A combination of two antiviral compounds may be a promising alternative to Paxlovid when treating COVID-19 in immunocompromised patients, according to Karen S. Anderson, PhD, professor of pharmacology and of molecular biophysics & biochemistry at Yale School of Medicine.
People who are infected with SARS-CoV-2, the virus that causes COVID-19, currently have two options approved by the Food and Drug Administration (FDA) for antiviral treatment. The more widely used medication is Paxlovid, a drug whose antiviral component, nirmatrelvir, is highly effective at reducing the severity of symptoms and decreasing hospitalizations, and may, Anderson believes, have helped save thousands of lives.
However, another component of Paxlovid, ritonavir, can negatively interact with anti-rejection medications taken by immunocompromised people, most notably those who have received organ transplants. This has led some patients to be hospitalized with kidney failure after taking Paxlovid due to drug-drug interactions. Meanwhile, molnupiravir— another antiviral for COVID-19 that has received Emergency Use Authorization (EUA) by the FDA — is not nearly as effective at treating the disease.

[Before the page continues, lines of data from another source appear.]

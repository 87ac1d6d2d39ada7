namespace LevelDesign.Core.Composite;

/// <summary>
/// What one point computes: the number of lowest eigenpairs, a description for the output, and, when the selection
/// names element pairs, the pairs whose ZZ / 2χ are reported (null: every pair, as for a whole manifold).
/// </summary>
public sealed record SelectedStates(int Count, string Description, ISet<(int, int)>? Pairs)
{
    public static SelectedStates Lowest(int count) => new(count, $"the lowest {count} states", null);
}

Now, in a study published April 15 in Proceedings of the National Academy of Sciences, Anderson and her colleagues at Yale University have created a non-toxic potential alternative to Paxlovid by combining molnupiravir with a new antiviral compound they developed in the lab. Research scientists Christina Papini, a PhD student, and Irfan Ullah, PhD, both at Yale School of Medicine, are the first authors of the paper. Anderson is a corresponding author along with her colleagues, William Jorgensen, PhD, and Priti Kumar, PhD.
The study found that humanized mice infected with SARS-CoV-2 universally overcame the disease when treated with the new drug combination. If replicated in clinical studies, this finding could help immunocompromised people receive better treatment for COVID-19 in the future.
Race toward an antiviral
Progress toward the current effort at Yale to develop antivirals for COVID started with work on HIV, the virus responsible for AIDS. Anderson and her colleagues have spent much of their careers using computational and experimental methods to design better drugs that could be used to treat HIV. During the first month of lockdown in March 2020, the team wondered if they could use this same approach to find drugs to target COVID-19.

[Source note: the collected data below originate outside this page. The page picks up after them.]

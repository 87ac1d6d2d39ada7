using LevelDesign.Core.Linear;

namespace LevelDesign.Core.Composite;

/// <summary>What one coupler multiplies at a point: X (op_A, or op_A† for exchange), Y = op_B, and whether h.c. is added.</summary>
internal readonly record struct CouplerTerm(OperatorMatrix X, OperatorMatrix Y, bool AddConjugate);
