namespace LevelDesign.Core.Composite;

/// <summary>
/// The product states kept in a composite space, in a fixed (lexicographic) order, with an index. When the
/// space is pruned by level counts and total excitations only, it does not depend on any energy, so one
/// structure serves every point of a sweep and the assembly plan built on it can be reused.
/// </summary>
public sealed class BasisStructure
{
    private readonly Dictionary<long, int> _index = new();
    private readonly long[] _radix;

    public BasisStructure(IReadOnlyList<double[]> elementEnergies, int? maxExcitations, double? maxBareEnergy)
    {
        int count = elementEnergies.Count;
        Levels = elementEnergies.Select(e => e.Length).ToArray();
        _radix = new long[count];
        long r = 1;
        for (int i = count - 1; i >= 0; i--) { _radix[i] = r; r *= Levels[i]; }
        var states = new List<int[]>();
        var current = new int[count];
        Enumerate(0, 0, 0.0);
        void Enumerate(int element, int excitations, double energy)
        {
            if (element == count)
            {
                states.Add((int[])current.Clone());
                return;
            }
            for (int l = 0; l < Levels[element]; l++)
            {
                int ex = excitations + l;
                double en = energy + elementEnergies[element][l] - elementEnergies[element][0];
                if (maxExcitations is int m && ex > m) break;
                if (maxBareEnergy is double emax && en > emax + 1e-12) break;
                current[element] = l;
                Enumerate(element + 1, ex, en);
            }
            current[element] = 0;
        }
        States = states;
        for (int i = 0; i < States.Count; i++) _index[Key(States[i])] = i;
    }

    public IReadOnlyList<int[]> States { get; }
    public int[] Levels { get; }
    public int Dimension => States.Count;
    public int ElementCount => Levels.Length;

    /// <summary>Index of a product state, or −1 when it was pruned away.</summary>
    public int IndexOf(ReadOnlySpan<int> state)
    {
        for (int i = 0; i < state.Length; i++) if (state[i] < 0 || state[i] >= Levels[i]) return -1;
        return _index.TryGetValue(Key(state), out int k) ? k : -1;
    }

    /// <summary>Bare energy of every state above the bare ground, for one point's element energies.</summary>
    public double[] Energies(IReadOnlyList<double[]> elementEnergies)
    {
        var result = new double[Dimension];
        for (int s = 0; s < Dimension; s++)
        {
            var state = States[s];
            double e = 0;
            for (int i = 0; i < state.Length; i++) e += elementEnergies[i][state[i]] - elementEnergies[i][0];
            result[s] = e;
        }
        return result;
    }

    private long Key(ReadOnlySpan<int> state)
    {
        long key = 0;
        for (int i = 0; i < state.Length; i++) key += state[i] * _radix[i];
        return key;
    }
}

“At the time, there were really no therapies” for treating people infected with SARS-CoV-2, says Anderson. "Everyone was desperate to find something."
William Jorgensen, PhD, Sterling Professor of Chemistry at Yale, used computational methods to see if the structure of any existing drugs could serve as a starting point to target the main protease of SARS-CoV-2, which is essential for viral replication. The analysis revealed that the existing compound of perampanel, an FDA-approved seizure drug, could loosely bind to the main protease. From there, Jorgensen and his lab made changes in the chemical structure of the compound until they came up with preclinical candidates that might eventually work in a clinical setting.

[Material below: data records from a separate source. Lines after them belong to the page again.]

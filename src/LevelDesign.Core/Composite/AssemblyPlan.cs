using System.Numerics;
using System.Text;
using LevelDesign.Core.Couplers;
using LevelDesign.Core.Linear;

namespace LevelDesign.Core.Composite;

/// <summary>
/// Which matrix elements each coupler contributes, worked out once per basis structure and coupler shape
/// (elements linked, form, and the non-zero pattern of the operators), so a sweep point only multiplies numbers.
/// Coupler terms: full form c·X⊗Y (plus h.c. when that product is not Hermitian); exchange form c·(X⊗Y + h.c.)
/// with X = op_A†.
/// </summary>
internal sealed class AssemblyPlan
{
    private enum Mode : byte { Lower, DiagonalReal, DiagonalDoubled, Mirror }

    private sealed record Terms(int[] Slot, short[] Ia, short[] La, short[] Ib, short[] Lb, Mode[] Mode);

    private readonly Terms[] _terms;

    private AssemblyPlan(HermitianPattern pattern, Terms[] terms)
    {
        Pattern = pattern;
        _terms = terms;
    }

    public HermitianPattern Pattern { get; }

    /// <summary>The operators a coupler multiplies: X (op_A, or op_A† for exchange), Y = op_B, and whether h.c. is added.</summary>
    public static CouplerTerm[] Operators(IReadOnlyList<ResolvedCoupler> couplers) => couplers.Select(Operators).ToArray();

    private static CouplerTerm Operators(ResolvedCoupler coupler)
    {
        if (coupler.Form == CouplerForm.Exchange) return new(coupler.OperatorA.Adjoint(), coupler.OperatorB, true);
        return new(coupler.OperatorA, coupler.OperatorB, !(coupler.OperatorA.IsHermitian() && coupler.OperatorB.IsHermitian()));
    }

    /// <summary>A key that is equal exactly when two points can share a plan on the same basis structure.</summary>
    public static string ShapeKey(IReadOnlyList<ResolvedCoupler> couplers, CouplerTerm[] terms)
    {
        var key = new StringBuilder();
        for (int c = 0; c < couplers.Count; c++)
        {
            var coupler = couplers[c];
            var (x, y, conjugate) = terms[c];
            key.Append(coupler.IndexA).Append(',').Append(coupler.IndexB).Append(conjugate ? 'c' : 'h');
            AppendMask(key, x);
            AppendMask(key, y);
            key.Append(coupler.CoefficientGHz == 0 ? "z;" : ";");
        }
        return key.ToString();
    }

    /// <summary>
    /// Entries below 1e-10 of an operator's largest are left out: parity zeros come out of the element solve as
    /// rounding noise (~1e-15) that would otherwise flicker in and out of the pattern from point to point, and
    /// dropping a true entry that small moves energies by less than 1e-10·c.
    /// </summary>
    private static bool IsStructural(OperatorMatrix op, int row, int column, double scale) =>
        Complex.Abs(op[row, column]) > 1e-10 * scale;

    private static void AppendMask(StringBuilder key, OperatorMatrix op)
    {
        double scale = op.MaxAbs();
        key.Append(op.Size).Append(':');
        for (int i = 0; i < op.Size; i++)
            for (int j = 0; j < op.Size; j++)
                key.Append(IsStructural(op, i, j, scale) ? '1' : '0');
        key.Append('|');
    }

    public static AssemblyPlan Build(BasisStructure basis, IReadOnlyList<ResolvedCoupler> couplers, CouplerTerm[] terms)
    {
        int n = basis.Dimension;
        var slotOf = new Dictionary<long, int>();
        var slotRow = new List<int>();
        var slotColumn = new List<int>();
        for (int s = 0; s < n; s++) { slotOf[(long)s * n + s] = s; slotRow.Add(s); slotColumn.Add(s); }
        int SlotAt(int row, int column)
        {
            long key = (long)row * n + column;
            if (slotOf.TryGetValue(key, out int slot)) return slot;
            slot = slotRow.Count;
            slotOf[key] = slot;
            slotRow.Add(row);
            slotColumn.Add(column);
            return slot;
        }

        var allTerms = new Terms[couplers.Count];
        var target = new int[basis.ElementCount];
        for (int c = 0; c < couplers.Count; c++)
        {
            var coupler = couplers[c];
            var (x, y, addConjugate) = terms[c];
            double xScale = x.MaxAbs(), yScale = y.MaxAbs();
            var slots = new List<int>();
            var ia = new List<short>(); var la = new List<short>(); var ib = new List<short>(); var lb = new List<short>();
            var modes = new List<Mode>();
            int ea = coupler.IndexA, eb = coupler.IndexB;
            if (coupler.CoefficientGHz != 0)
                for (int s = 0; s < n; s++)
                {
                    var state = basis.States[s];
                    state.CopyTo(target, 0);
                    int sa = state[ea], sb = state[eb];
                    for (int i = 0; i < x.Size; i++)
                    {
                        if (!IsStructural(x, i, sa, xScale)) continue;
                        target[ea] = i;
                        for (int j = 0; j < y.Size; j++)
                        {
                            if (!IsStructural(y, j, sb, yScale)) continue;
                            target[eb] = j;
                            int t = basis.IndexOf(target);
                            if (t < 0) continue;
                            Mode mode;
                            int slot;
                            if (t == s) { slot = s; mode = addConjugate ? Mode.DiagonalDoubled : Mode.DiagonalReal; }
                            else if (t > s) { slot = SlotAt(t, s); mode = Mode.Lower; }
                            else if (addConjugate) { slot = SlotAt(s, t); mode = Mode.Mirror; }
                            else continue;   // a Hermitian product: the mirror entry is visited from the other side
                            slots.Add(slot); modes.Add(mode);
                            ia.Add((short)i); la.Add((short)sa); ib.Add((short)j); lb.Add((short)sb);
                        }
                        target[eb] = sb;
                    }
                }
            allTerms[c] = new Terms(slots.ToArray(), ia.ToArray(), la.ToArray(), ib.ToArray(), lb.ToArray(), modes.ToArray());
        }
        return new AssemblyPlan(new HermitianPattern(n, slotRow.ToArray(), slotColumn.ToArray()), allTerms);
    }

    /// <summary>Fills in one point's values: bare energies on the diagonal plus every coupler term.</summary>
    public SparseHermitian Evaluate(double[] bareEnergies, IReadOnlyList<ResolvedCoupler> couplers, CouplerTerm[] terms)
    {
        var values = new Complex[Pattern.SlotCount];
        for (int s = 0; s < bareEnergies.Length; s++) values[s] = bareEnergies[s];
        for (int c = 0; c < couplers.Count; c++)
        {
            var (x, y, _) = terms[c];
            double k = couplers[c].CoefficientGHz;
            var t = _terms[c];
            for (int p = 0; p < t.Slot.Length; p++)
            {
                Complex v = k * x[t.Ia[p], t.La[p]] * y[t.Ib[p], t.Lb[p]];
                switch (t.Mode[p])
                {
                    case Mode.Lower: values[t.Slot[p]] += v; break;
                    case Mode.DiagonalReal: values[t.Slot[p]] += v.Real; break;
                    case Mode.DiagonalDoubled: values[t.Slot[p]] += 2 * v.Real; break;
                    default: values[t.Slot[p]] += Complex.Conjugate(v); break;
                }
            }
        }
        return new SparseHermitian(Pattern, values);
    }
}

Preparing for future viral diseases
One of these compounds of the series was Mpro61. Priti Kumar, PhD, associate professor of internal medicine (infectious diseases) and of microbial pathogenesis, and her lab tested Mpro61 alone and combined with molnupiravir in mice that were genetically engineered to replicate the worst COVID cases in people. Promisingly, the researchers found that Mpro61 was effective at reducing viral load. But while Mpro61 helped extend mice survival, most infected animals eventually succumbed to the disease.
However, when they combined Mpro61 with the existing EUA-approved antiviral molnupiravir, the one-two-punch antiviral proved highly effective — with no noticeable traces of the virus after 14 days post-infection. All mice treated with the drug survived. By contrast, mice treated with just one antiviral showed reduced viral load but most died within 14 days post-infection.
The finding suggests that a combination of the two antivirals could make for a promising alternative to Paxlovid with limited side effects. But whether this drug is taken to the next step in clinical trials may depend on whether there is interest from the pharmaceutical industry. “The problem is that people’s attention is turned away from COVID,” says Anderson. “They may no longer think it’s a problem.”
However, new COVID variants continue to emerge, and the disease remains especially dangerous for people who are immunocompromised. Even with vaccines, more people die from COVID-19 today than from the flu. So, a more potent alternative to molnupiravir could be important for treating immunocompromised people infected with the disease.
Other tests showed that the Mpro61 may be effective at reducing viral load for another type of coronavirus, called SARS-CoV-1, which caused the respiratory disease SARS and spread through much of Asia starting in 2002, resulting in more than 900 deaths. Given that coronaviruses are a hotbed for new diseases, having a drug on the shelf that can be used in the case of an emergent pathogen from this family could be useful, says Anderson.
“We were so caught off guard with [the COVID- 19] pandemic in terms of having something that works,” she says. “This work might put us a step forward in future pandemics.”
Additional contributors to the work were co-authors Amalendu Ranjan, Shuo Zhang, Qihao Wu, Krasimir Spasov, Chunhui Zhang, Walther Mothes, Jason Crawford, Brett Lindenbach, and Pradeep Uchil.